All lines from the one containing "private RunningService running()" to the end of the entries below should be output exactly as they appear. No other lines should be output.

● Provided records:
+-------+

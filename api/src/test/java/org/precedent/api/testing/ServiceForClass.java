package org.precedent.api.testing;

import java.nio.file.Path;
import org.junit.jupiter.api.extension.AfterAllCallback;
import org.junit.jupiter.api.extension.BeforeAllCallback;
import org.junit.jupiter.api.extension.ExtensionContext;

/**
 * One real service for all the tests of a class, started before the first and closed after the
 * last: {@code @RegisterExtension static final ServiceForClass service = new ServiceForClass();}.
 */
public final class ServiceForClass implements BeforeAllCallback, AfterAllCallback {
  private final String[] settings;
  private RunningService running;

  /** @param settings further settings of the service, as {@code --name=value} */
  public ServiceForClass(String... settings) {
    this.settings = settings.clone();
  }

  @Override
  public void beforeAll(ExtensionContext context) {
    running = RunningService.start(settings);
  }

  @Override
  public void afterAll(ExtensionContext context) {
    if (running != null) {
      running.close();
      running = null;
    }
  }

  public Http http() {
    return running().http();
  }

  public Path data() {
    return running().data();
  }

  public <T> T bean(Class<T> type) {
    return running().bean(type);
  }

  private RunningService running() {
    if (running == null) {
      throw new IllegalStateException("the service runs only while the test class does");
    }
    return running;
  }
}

+-------+

● Task output:
  private RunningService running() {
    if (running == null) {
      throw new IllegalStateException("the service runs only while the test class does");
    }
    return running;
  }
}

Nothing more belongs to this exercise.